Exercise input →

"""

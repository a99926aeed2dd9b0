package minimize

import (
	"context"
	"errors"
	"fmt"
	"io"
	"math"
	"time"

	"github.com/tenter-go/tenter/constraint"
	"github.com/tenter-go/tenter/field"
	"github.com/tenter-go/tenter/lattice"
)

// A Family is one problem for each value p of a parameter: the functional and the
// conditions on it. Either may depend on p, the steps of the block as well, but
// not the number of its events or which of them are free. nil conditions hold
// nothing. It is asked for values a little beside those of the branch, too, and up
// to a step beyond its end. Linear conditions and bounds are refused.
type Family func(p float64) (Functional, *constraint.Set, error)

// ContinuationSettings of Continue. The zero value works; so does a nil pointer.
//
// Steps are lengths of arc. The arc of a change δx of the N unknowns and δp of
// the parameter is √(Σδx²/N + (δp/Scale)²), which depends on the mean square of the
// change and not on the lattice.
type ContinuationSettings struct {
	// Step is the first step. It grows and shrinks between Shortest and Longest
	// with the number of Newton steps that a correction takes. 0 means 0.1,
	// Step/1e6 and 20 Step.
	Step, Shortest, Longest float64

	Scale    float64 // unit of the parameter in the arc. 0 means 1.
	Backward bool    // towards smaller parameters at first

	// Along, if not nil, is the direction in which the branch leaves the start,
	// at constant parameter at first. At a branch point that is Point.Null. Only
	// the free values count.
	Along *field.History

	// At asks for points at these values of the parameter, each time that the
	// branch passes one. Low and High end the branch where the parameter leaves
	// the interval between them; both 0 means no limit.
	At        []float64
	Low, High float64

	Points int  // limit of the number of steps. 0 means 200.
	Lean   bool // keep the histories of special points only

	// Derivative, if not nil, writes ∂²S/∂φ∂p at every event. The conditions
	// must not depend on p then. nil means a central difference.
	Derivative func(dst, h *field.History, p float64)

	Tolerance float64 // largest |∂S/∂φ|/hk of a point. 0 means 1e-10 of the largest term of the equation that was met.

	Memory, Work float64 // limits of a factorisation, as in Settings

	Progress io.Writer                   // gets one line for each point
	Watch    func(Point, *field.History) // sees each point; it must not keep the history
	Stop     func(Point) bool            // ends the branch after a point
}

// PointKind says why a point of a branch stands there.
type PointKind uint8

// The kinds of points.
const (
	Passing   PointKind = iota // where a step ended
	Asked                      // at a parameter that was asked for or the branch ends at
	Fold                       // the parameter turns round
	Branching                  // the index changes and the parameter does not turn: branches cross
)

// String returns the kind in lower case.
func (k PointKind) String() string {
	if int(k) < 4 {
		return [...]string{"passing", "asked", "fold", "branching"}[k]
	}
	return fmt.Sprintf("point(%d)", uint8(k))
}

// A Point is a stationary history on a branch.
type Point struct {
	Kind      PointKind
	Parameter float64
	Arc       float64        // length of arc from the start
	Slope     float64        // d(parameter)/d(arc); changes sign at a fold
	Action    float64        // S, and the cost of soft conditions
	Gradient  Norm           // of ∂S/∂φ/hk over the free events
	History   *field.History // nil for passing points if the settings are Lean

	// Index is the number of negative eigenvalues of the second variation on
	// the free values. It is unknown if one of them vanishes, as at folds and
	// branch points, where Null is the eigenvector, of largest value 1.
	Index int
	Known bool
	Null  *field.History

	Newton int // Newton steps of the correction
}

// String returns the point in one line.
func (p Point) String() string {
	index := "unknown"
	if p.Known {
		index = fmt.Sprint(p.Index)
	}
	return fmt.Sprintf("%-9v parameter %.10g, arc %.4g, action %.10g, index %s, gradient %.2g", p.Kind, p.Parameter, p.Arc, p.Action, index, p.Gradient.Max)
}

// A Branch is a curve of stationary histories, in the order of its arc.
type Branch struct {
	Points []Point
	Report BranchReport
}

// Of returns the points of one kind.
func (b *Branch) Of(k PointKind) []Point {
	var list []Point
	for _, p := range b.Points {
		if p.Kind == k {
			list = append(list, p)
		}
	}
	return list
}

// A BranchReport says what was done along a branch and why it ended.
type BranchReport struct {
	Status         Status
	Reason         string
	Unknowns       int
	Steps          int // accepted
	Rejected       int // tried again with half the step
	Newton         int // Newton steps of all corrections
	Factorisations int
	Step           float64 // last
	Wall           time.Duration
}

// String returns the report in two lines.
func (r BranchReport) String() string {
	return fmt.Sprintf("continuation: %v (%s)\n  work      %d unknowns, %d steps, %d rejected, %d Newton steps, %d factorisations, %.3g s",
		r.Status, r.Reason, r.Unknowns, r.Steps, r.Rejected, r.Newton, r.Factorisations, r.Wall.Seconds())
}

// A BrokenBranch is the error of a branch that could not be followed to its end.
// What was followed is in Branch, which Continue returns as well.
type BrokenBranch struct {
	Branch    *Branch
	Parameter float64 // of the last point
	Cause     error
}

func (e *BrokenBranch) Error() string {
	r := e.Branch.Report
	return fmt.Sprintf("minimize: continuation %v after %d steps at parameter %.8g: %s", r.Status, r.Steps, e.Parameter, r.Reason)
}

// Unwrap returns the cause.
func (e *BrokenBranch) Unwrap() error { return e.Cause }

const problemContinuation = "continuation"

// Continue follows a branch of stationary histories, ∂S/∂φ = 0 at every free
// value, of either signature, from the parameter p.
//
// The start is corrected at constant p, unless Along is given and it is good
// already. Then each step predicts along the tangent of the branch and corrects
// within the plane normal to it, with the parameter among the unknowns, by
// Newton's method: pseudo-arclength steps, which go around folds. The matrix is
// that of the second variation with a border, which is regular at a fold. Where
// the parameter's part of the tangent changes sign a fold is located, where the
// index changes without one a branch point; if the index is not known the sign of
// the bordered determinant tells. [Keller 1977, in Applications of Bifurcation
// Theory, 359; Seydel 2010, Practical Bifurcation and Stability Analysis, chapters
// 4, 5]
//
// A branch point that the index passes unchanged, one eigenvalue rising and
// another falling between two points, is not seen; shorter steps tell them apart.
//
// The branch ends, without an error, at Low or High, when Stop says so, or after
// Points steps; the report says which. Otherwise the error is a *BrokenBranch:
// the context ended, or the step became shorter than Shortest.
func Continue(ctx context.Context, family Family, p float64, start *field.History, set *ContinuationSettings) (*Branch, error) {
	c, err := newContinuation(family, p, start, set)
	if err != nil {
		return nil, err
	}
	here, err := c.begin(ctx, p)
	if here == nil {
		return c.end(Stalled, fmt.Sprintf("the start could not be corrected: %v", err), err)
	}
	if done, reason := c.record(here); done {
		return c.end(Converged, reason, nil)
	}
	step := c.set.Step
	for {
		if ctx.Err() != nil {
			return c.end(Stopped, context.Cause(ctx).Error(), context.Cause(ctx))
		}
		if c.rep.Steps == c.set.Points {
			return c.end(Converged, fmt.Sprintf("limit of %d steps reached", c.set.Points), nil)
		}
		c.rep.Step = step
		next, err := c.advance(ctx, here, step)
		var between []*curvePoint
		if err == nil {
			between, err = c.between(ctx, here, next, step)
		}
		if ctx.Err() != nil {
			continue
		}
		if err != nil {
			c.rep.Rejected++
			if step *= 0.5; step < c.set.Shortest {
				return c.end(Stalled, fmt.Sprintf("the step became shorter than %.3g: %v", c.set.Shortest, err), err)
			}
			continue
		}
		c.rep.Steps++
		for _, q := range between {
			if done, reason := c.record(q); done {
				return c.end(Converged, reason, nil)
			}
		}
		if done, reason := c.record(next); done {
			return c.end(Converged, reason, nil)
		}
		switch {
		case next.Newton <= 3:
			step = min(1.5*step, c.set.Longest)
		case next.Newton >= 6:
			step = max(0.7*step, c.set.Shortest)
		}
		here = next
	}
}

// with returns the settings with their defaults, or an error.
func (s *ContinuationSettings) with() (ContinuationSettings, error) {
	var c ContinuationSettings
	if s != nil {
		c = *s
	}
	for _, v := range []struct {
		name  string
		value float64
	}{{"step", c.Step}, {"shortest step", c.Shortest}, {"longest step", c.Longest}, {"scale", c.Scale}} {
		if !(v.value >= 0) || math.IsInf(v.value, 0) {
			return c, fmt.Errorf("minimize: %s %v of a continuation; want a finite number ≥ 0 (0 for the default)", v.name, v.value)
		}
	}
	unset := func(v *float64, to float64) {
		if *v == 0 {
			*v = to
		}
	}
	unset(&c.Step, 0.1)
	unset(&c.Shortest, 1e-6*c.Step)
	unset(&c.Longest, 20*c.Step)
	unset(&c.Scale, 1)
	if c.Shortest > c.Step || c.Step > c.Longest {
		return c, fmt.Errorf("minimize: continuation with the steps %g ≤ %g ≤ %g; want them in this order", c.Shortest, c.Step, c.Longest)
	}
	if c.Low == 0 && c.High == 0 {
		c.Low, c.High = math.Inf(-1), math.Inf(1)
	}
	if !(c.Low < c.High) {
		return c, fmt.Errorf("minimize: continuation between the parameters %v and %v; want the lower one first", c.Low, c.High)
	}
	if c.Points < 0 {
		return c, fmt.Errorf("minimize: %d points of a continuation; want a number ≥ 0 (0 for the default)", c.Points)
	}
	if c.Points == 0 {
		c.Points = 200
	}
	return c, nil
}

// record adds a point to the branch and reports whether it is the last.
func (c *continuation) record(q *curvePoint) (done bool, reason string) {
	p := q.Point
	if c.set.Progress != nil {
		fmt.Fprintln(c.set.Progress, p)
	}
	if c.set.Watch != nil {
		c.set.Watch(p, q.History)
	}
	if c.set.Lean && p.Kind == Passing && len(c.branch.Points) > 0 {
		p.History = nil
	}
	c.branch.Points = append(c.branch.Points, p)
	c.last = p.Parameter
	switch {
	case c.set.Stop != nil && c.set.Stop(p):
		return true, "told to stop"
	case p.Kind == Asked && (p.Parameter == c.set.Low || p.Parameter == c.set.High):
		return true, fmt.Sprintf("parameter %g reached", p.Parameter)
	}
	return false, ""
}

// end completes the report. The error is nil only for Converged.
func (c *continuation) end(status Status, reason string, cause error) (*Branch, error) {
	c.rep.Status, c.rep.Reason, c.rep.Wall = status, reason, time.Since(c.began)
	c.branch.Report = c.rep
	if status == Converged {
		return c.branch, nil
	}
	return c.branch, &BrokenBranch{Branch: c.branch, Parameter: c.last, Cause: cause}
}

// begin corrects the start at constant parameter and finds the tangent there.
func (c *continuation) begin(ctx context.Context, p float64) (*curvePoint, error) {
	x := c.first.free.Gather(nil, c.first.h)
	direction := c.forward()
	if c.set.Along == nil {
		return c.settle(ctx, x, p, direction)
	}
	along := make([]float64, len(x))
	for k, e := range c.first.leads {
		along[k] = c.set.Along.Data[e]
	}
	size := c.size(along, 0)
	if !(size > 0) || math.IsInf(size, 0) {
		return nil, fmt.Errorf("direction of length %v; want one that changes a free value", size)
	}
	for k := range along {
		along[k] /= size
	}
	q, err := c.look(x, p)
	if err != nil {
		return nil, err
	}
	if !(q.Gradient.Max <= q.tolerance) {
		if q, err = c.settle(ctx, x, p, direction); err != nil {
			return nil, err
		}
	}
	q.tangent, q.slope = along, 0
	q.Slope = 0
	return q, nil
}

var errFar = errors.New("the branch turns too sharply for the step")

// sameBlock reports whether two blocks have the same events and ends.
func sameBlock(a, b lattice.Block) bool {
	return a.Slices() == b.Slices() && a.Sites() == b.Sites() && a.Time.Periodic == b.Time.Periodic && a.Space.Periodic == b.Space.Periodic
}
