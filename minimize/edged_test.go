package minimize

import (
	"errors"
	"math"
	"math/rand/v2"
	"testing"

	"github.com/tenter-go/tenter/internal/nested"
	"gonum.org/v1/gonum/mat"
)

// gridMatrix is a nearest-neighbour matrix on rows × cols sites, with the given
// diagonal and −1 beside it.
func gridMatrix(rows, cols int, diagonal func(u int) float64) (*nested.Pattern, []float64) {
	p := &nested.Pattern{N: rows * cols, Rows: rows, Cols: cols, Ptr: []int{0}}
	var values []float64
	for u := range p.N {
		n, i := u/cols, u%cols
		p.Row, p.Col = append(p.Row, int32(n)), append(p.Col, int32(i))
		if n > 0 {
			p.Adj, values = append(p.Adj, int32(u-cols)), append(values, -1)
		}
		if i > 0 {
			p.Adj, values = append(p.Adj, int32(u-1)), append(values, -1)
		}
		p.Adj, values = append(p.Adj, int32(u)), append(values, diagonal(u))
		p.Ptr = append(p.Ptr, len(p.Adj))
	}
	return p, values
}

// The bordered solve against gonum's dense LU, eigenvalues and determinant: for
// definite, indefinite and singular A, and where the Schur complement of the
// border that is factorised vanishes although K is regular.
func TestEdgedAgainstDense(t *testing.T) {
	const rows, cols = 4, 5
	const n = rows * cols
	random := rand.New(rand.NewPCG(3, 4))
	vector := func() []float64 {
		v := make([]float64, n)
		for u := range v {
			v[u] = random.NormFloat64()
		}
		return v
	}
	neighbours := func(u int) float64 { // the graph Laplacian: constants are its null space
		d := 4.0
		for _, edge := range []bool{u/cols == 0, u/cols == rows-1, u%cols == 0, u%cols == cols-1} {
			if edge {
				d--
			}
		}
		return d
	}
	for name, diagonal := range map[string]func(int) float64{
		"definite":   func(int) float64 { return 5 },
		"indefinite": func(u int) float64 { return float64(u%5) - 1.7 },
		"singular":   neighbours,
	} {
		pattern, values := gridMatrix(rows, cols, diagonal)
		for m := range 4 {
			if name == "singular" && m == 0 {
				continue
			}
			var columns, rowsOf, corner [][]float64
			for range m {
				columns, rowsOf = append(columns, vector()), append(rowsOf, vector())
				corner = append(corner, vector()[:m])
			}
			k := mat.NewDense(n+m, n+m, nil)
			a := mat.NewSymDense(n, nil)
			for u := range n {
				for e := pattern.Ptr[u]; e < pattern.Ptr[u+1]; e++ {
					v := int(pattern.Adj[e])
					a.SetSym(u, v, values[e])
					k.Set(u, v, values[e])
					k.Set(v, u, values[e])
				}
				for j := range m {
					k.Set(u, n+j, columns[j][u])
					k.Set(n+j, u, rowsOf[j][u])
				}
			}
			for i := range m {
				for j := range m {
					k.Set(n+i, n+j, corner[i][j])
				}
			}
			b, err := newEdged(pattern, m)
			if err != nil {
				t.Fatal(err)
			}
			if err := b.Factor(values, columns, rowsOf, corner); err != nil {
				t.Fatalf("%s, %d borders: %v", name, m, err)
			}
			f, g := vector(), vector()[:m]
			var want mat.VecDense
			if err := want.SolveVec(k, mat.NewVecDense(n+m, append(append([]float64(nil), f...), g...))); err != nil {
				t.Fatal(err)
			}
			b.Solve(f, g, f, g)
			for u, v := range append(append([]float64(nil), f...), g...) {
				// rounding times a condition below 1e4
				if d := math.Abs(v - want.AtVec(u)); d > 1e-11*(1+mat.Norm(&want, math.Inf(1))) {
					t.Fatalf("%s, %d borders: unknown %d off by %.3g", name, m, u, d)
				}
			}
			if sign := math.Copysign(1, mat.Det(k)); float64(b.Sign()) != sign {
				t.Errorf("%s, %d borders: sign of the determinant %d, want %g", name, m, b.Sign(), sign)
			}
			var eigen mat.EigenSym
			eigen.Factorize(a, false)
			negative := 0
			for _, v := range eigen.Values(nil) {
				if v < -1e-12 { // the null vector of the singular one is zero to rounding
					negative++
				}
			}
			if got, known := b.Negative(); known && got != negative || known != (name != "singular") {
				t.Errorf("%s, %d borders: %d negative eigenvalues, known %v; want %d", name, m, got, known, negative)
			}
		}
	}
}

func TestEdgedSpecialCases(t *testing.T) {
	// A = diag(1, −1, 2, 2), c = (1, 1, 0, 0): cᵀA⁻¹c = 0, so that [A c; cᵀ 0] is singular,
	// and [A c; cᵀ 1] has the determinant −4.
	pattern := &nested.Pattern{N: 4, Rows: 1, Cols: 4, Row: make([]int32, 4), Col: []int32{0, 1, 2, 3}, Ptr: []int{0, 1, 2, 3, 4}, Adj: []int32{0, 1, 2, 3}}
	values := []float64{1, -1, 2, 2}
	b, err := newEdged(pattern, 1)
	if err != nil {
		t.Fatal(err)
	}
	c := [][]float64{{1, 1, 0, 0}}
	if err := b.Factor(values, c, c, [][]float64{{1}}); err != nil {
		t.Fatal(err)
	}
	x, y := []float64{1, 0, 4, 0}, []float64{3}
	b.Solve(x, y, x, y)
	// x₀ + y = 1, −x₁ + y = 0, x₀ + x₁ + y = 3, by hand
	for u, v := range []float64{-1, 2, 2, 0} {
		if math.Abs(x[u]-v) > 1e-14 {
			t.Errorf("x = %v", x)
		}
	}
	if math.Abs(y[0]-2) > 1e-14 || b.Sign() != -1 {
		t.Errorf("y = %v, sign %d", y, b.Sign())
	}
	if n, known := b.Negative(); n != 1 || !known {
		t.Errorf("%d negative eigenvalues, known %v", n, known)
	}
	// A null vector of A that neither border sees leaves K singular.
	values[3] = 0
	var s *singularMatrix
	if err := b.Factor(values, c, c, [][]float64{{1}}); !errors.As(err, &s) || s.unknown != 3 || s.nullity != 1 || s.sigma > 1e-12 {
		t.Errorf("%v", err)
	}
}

"""

Exercise requirements → Which lines above run from the one containing "if math.Abs(y[0]-2) >" down to the one containing "var s *singularMatrix"? Repeat exactly those, both ends included, and nothing else.

Answer below →
	if math.Abs(y[0]-2) > 1e-14 || b.Sign() != -1 {
		t.Errorf("y = %v, sign %d", y, b.Sign())
	}
	if n, known := b.Negative(); n != 1 || !known {
		t.Errorf("%d negative eigenvalues, known %v", n, known)
	}
	// A null vector of A that neither border sees leaves K singular.
	values[3] = 0
	var s *singularMatrix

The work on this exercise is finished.